Maintaining Resilience in the Face of Climate Change
Climate change, when combined with more conventional stress from human exploitation, calls into question the capacity of both existing ecological communities and resource management institutions to experience disturbances while substantially retaining their same functions and identities. In other words, the physical and biological effects of climate change raise fundamental challenges to the resilience of natural ecosystems. Perhaps more importantly, the projected scope of ecological shifts from global climate change — and uncertainty about such changes — significantly stresses the capacity of legal institutions to manage ecosystem change. Existing governmental institutions lack the adaptive capacity to manage such substantial changes to ecological and legal systems.
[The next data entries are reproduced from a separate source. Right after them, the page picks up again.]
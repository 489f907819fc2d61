"""What points that are not taken yet would do to the error of a type Ia modulus.

Given the points at hand, parameters θ = (μ, host E, t_max, Δm15) have the covariance S of the fit's posterior. Points
to come, y, are linear in θ about a draw of it, with the supernova's own scatter and the errors that bands and nights
share correlated with those of the points at hand. Conditioned on these,

    y = J̃ θ + r,   J̃ = J_c − C_ce C_ee⁻¹ J_e,   cov(r) = C_cc − C_ce C_ee⁻¹ C_ec,

so that cov(θ, y) = S J̃ᵀ and cov(y) = J̃ S J̃ᵀ + cov(r); each measured point then takes its share by a rank-one update. It
is averaged over draws of (t_max, Δm15), because early on the light curve's slopes at the epochs to come are not known.
"""

from __future__ import annotations

from collections.abc import Sequence
from dataclasses import dataclass, replace

import numpy as np
from numpy.typing import NDArray

from reduce.candles.covariance import covariance
from reduce.candles.distance import rest_phase
from reduce.candles.model import FIRST_PHASE, LAST_PHASE, TypeIaModel, type_ia_model
from reduce.candles.points import Points, select
from reduce.candles.posterior import Data
from reduce.candles.reddening import to_sf11
from reduce.candles.search import LEAST_POINTS
from reduce.candles.solve import Solved, solve
from reduce.records import Floats, LightCurve, Target

N_DRAWS = 5
T_STEP_D, DM15_STEP = 0.5, 0.02


@dataclass(frozen=True, slots=True)
class Slot:
    """One band of one night, at the hour that is best for it."""

    night: str
    mjd: float
    band: str


@dataclass(slots=True)
class Outlook:
    """Joint covariance of the parameters and the points of all slots, for each draw; it shrinks as points are taken."""

    theta: Floats
    """(draw, 4, 4) covariance of (μ, host E, t_max, Δm15)."""
    cross: Floats
    """(draw, 4, slot)."""
    points: Floats
    """(draw, slot, slot) in mag², without the photon noise of the exposures."""

    @property
    def mu_variance(self) -> float:
        """Expected variance of μ, mag²."""
        return float(self.theta[:, 0, 0].mean())

    def gain(self, slot: int, variance: float) -> float:
        """Fall of `mu_variance` by one exposure in a slot with photon noise ``variance``, mag²."""
        return float((self.cross[:, 0, slot] ** 2 / (self.points[:, slot, slot] + variance)).mean())

    def take(self, slot: int, variance: float) -> None:
        """One exposure in a slot with photon noise ``variance``, mag²."""
        column = self.points[:, :, slot].copy()
        cross = self.cross[:, :, slot].copy()
        total = column[:, slot] + variance
        self.theta -= np.einsum("da,db->dab", cross, cross) / total[:, None, None]
        self.cross -= np.einsum("da,ds->das", cross, column) / total[:, None, None]
        self.points -= np.einsum("ds,dt->dst", column, column) / total[:, None, None]

    def copy(self) -> Outlook:
        """One to try things on."""
        return Outlook(self.theta.copy(), self.cross.copy(), self.points.copy())

    def only(self, slots: Sequence[int]) -> Outlook:
        """A copy with some of the slots."""
        rows = np.array(slots, dtype=int)
        points = self.points[:, rows[:, None], rows[None, :]]
        return Outlook(self.theta.copy(), self.cross[:, :, rows], points)


def solved_curve(curve: LightCurve, target: Target) -> Solved | None:
    """The posterior of a light curve; None when it cannot be fitted yet."""
    model = type_ia_model()
    ebv = 0.0 if target.ebv_mw is None else to_sf11(target.ebv_mw, target.ebv_scale)
    mags, fluxes = select(curve, model)
    if len(mags) < LEAST_POINTS:
        return None
    dust = np.array([model.mw_coefficients[band] for band in mags.band.tolist()])
    mags = replace(mags, value=mags.value - dust * ebv)
    return solve(Data(mags, fluxes, target.z or 0.0, ebv, model))


def expected_mag(solved: Solved, band: str, mjd: float) -> float:
    """Magnitude as observed that the fit expects in a band."""
    data, model = solved.data, solved.data.model
    mu, e, t_max, dm15 = (float(value) for value in solved.mean)
    phase = rest_phase(np.array([mjd]), t_max, data.z)
    shape = float(model.standard_mag(band, phase, np.array([dm15]), data.z)[0, 0])
    return shape + mu + model.host_coefficient(band, data.z) * e + model.mw_coefficients[band] * data.ebv_mw


def outlook(solved: Solved, slots: Sequence[Slot], err_night: dict[str, float]) -> Outlook:
    """The joint covariance of the parameters and what the slots would show.

    Parameters
    ----------
    err_night
        Band → error in mag that all frames of a night share.
    """
    data = solved.data
    mags = data.mags.take(solved.keep)
    both, is_slot, order = _with_slots(mags, slots, err_night, data.model)
    theta, cross, points = [], [], []
    for t_max, dm15 in _draws(solved):
        phase = data.phase(both.mjd, t_max)
        inside = (phase > FIRST_PHASE) & (phase < LAST_PHASE)
        design = _design(both, phase, dm15, data.z, data.model)
        total = covariance(both, phase, data.model).total
        old = ~is_slot & inside
        carried = np.linalg.solve(total[np.ix_(old, old)], total[np.ix_(old, is_slot)])
        slope = design[is_slot] - carried.T @ design[old]
        scatter = total[np.ix_(is_slot, is_slot)] - carried.T @ total[np.ix_(old, is_slot)]
        slope[~inside[is_slot]] = 0.0  # the model does not reach there: such a point tells nothing
        theta.append(solved.cov)
        cross.append((solved.cov @ slope.T)[:, order])
        points.append((slope @ solved.cov @ slope.T + scatter)[np.ix_(order, order)])
    return Outlook(np.array(theta), np.array(cross), np.array(points))


def _draws(solved: Solved) -> list[tuple[float, float]]:
    """(t_max, Δm15) of nodes at even steps of the posterior's cumulative weight."""
    nodes = solved.nodes
    cumulative = np.cumsum(nodes.weight.ravel())
    chosen = np.searchsorted(cumulative, (np.arange(N_DRAWS) + 0.5) / N_DRAWS * cumulative[-1])
    i, j = np.unravel_index(chosen, nodes.ln_p.shape)
    return [(float(nodes.t_max[a]), float(nodes.dm15[b])) for a, b in zip(i, j, strict=True)]


def _with_slots(
    mags: Points, slots: Sequence[Slot], err_night: dict[str, float], model: TypeIaModel
) -> tuple[Points, NDArray[np.bool_], NDArray[np.intp]]:
    """Old points and slots as one set; which are slots, and where each slot stands among these."""
    n = len(slots)
    own = mags.source == ""
    known = {band: float(np.median(mags.err_band[rows][own[rows]])) for band, rows in mags.bands if own[rows].any()}
    names = [f"plan {k}" for k in range(n)]
    joined = Points(
        bands=(),
        mjd=np.append(mags.mjd, [slot.mjd for slot in slots]),
        band=np.append(mags.band, [slot.band for slot in slots]),
        night=np.append(mags.night, names),
        value=np.append(mags.value, np.zeros(n)),
        err=np.append(mags.err, np.zeros(n)),
        err_night=np.append(mags.err_night, [err_night.get(slot.band, 0.0) for slot in slots]),
        err_band=np.append(mags.err_band, [known.get(slot.band, model.scatter.zero_point) for slot in slots]),
        source=np.append(mags.source, np.full(n, "")),
        by_colour_terms=np.append(mags.by_colour_terms, np.full(n, bool(mags.by_colour_terms[own].any()))),
    )
    both = joined.take(np.ones(len(joined), bool))
    place = {name: k for k, name in enumerate(names)}
    which = np.array([place.get(name, -1) for name in both.night.tolist()])
    return both, which >= 0, np.argsort(which[which >= 0])


def _design(points: Points, phase: Floats, dm15: float, z: float, model: TypeIaModel) -> Floats:
    """(n, 4) derivatives of the magnitudes by (μ, host E, t_max, Δm15)."""
    low, high = model.prior.dm15_range
    d = np.array([max(dm15 - DM15_STEP, low), min(dm15 + DM15_STEP, high)])
    middle = np.array([dm15])
    sooner = model.standard_mags(points.bands, phase - T_STEP_D, middle, z)[:, 0]
    later = model.standard_mags(points.bands, phase + T_STEP_D, middle, z)[:, 0]
    shape = model.standard_mags(points.bands, phase, d, z)
    dust = np.array([model.host_coefficient(band, z) for band in points.band.tolist()])
    by_t_max = (sooner - later) / (2.0 * T_STEP_D) / (1.0 + z)
    by_dm15 = (shape[:, 1] - shape[:, 0]) / (d[1] - d[0])
    return np.column_stack([np.ones(len(points)), dust, by_t_max, by_dm15])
In particular, regulators and managers lack information about ecological effects and alternative management strategies for managing the effects of climate change, as well as the institutional infrastructure for obtaining such information.A number of recent initiatives have been proposed to address the effects of climate change on ecological systems. However, these nascent programs do not fully meet the needs for developing adaptive capacity. A federal, publicly accessible, and system-wide portal and clearinghouse will help regulators at all levels of government manage the effects and uncertainty from climate change. Such an information infrastructure, combined with a range of incentives that encourage regulators to engage in adaptive management and programmatic adjustment over time, will help governmental and private institutions become more resilient and capable of managing the physical and human institutional effects of changing climate.
Camacho, A. E., and T. D. Beard. 2014. Maintaining Resilience in the Face of Climate Change. SSRN Scholarly Paper, Social Science Research Network, Rochester, NY.